Which lines of the records below contain the word "coordinator"? Copy each of them out.

- Opening Delimiter -

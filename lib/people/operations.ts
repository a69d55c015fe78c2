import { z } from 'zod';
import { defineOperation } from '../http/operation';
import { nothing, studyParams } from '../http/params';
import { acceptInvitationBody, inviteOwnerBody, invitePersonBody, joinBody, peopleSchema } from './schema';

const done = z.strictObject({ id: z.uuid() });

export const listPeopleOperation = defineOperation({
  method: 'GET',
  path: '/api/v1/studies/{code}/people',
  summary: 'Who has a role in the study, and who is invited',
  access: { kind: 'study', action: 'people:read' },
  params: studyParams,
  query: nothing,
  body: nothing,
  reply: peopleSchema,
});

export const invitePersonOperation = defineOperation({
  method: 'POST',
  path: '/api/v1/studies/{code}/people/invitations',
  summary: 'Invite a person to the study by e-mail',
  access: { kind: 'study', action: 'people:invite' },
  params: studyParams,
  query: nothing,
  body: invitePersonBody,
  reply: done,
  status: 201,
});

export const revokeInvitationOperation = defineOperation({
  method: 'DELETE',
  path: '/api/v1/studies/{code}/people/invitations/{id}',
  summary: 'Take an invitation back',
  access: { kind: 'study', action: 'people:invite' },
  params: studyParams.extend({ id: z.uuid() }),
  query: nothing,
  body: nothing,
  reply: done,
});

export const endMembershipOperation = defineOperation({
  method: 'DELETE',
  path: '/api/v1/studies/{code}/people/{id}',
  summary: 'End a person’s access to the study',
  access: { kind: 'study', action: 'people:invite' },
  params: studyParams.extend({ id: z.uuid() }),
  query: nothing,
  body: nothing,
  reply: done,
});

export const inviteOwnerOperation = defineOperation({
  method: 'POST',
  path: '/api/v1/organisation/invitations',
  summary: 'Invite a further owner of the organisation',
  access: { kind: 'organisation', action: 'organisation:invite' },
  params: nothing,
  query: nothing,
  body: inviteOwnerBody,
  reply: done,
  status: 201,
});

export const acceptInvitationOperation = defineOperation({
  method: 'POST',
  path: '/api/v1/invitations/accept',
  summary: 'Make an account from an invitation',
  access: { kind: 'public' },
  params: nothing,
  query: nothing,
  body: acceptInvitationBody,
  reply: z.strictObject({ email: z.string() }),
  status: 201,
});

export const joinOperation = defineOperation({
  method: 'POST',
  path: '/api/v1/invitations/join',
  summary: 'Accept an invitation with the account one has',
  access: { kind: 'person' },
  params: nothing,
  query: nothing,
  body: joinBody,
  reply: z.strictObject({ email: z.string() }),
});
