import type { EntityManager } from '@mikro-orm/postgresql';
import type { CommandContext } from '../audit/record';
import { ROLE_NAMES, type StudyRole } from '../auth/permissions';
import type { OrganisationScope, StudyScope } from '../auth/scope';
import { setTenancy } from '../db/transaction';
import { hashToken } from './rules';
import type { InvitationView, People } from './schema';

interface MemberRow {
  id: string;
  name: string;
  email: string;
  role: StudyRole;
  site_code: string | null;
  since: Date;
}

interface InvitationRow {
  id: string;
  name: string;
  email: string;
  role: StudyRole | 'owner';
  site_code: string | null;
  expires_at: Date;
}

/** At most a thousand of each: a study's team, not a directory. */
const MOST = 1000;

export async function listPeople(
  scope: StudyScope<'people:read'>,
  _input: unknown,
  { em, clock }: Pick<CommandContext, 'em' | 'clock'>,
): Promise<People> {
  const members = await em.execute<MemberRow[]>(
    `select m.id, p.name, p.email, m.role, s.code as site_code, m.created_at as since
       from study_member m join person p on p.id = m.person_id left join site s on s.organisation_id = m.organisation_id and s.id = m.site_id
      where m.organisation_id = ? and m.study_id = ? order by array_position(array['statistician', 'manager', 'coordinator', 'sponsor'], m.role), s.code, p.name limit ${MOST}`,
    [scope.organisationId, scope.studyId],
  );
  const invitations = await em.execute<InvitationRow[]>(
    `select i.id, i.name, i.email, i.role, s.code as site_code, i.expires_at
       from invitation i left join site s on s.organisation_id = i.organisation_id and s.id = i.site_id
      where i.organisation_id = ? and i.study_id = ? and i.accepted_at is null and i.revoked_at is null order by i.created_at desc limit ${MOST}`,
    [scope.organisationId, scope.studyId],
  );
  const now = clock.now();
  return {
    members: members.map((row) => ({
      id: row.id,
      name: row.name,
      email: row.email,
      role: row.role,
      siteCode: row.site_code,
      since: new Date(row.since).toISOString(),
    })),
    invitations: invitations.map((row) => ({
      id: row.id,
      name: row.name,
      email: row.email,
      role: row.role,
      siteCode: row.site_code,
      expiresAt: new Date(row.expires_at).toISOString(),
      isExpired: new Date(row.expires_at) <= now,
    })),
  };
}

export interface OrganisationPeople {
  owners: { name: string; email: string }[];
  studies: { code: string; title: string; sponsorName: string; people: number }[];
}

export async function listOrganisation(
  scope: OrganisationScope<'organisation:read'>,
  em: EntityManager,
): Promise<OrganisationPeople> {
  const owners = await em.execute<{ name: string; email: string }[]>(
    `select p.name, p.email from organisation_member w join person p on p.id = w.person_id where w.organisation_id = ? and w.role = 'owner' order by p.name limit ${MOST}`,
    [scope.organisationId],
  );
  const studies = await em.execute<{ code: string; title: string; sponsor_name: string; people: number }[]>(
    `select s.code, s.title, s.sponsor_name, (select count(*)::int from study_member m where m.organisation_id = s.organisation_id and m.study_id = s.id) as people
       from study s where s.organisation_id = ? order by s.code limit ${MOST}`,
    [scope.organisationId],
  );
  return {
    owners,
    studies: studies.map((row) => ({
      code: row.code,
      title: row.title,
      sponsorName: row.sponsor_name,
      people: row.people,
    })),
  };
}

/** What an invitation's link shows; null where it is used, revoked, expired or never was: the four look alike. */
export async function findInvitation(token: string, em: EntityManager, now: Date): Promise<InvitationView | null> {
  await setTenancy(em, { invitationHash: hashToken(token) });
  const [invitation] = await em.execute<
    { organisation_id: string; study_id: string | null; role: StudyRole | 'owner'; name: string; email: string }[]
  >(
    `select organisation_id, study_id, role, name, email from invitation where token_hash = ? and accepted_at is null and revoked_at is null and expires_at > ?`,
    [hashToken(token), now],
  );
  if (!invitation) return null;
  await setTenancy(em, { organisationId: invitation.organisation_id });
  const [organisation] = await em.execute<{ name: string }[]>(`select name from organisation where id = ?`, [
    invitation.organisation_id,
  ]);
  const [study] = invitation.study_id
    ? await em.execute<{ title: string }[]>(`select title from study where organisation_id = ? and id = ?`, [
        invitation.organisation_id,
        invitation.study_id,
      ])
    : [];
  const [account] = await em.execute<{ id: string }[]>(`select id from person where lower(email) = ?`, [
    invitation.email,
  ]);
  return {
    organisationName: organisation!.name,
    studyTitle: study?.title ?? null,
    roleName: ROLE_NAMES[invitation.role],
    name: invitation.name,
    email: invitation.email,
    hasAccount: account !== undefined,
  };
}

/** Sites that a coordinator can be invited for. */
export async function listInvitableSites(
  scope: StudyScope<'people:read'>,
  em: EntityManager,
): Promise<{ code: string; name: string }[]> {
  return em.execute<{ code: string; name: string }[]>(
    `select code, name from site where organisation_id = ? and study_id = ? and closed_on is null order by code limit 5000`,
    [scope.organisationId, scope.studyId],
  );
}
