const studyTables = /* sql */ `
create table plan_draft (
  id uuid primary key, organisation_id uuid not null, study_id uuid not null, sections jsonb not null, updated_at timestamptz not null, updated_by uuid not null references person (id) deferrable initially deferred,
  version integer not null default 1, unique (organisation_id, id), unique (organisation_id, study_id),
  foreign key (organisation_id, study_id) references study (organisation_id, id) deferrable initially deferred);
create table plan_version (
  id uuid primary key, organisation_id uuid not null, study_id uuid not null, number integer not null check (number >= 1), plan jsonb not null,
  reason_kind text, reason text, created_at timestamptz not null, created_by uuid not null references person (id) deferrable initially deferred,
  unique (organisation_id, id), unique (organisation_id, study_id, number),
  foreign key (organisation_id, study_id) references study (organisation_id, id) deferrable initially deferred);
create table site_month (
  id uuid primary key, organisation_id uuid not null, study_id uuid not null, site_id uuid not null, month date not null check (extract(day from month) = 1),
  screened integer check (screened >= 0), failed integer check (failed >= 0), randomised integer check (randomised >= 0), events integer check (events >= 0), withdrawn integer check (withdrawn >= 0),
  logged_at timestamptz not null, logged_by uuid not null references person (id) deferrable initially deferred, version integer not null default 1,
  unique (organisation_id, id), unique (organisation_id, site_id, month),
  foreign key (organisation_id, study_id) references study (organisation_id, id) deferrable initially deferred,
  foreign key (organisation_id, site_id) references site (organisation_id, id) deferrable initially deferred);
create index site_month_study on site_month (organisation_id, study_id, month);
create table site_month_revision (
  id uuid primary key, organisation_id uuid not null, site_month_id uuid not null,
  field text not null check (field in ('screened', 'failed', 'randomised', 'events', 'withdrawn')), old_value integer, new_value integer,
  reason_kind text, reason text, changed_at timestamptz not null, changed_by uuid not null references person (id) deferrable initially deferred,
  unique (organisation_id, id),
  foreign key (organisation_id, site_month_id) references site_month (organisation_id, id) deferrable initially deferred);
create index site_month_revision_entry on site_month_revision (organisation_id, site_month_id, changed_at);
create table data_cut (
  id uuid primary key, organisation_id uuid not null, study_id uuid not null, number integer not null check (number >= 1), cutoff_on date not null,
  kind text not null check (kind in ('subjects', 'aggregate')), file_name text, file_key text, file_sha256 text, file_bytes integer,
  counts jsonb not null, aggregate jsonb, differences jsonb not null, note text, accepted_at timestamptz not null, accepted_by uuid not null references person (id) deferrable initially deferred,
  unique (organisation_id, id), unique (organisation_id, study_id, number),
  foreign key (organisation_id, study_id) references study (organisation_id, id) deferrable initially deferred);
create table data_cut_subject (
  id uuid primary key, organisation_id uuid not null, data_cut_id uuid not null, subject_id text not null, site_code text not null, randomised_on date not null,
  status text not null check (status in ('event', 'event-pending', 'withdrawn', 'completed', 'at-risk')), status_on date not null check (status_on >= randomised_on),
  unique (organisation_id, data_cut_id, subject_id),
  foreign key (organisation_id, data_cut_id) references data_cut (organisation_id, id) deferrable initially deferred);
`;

- Closing Delimiter -

Task answer:
      where m.organisation_id = ? and m.study_id = ? order by array_position(array['statistician', 'manager', 'coordinator', 'sponsor'], m.role), s.code, p.name limit ${MOST}`,
/** Sites that a coordinator can be invited for. */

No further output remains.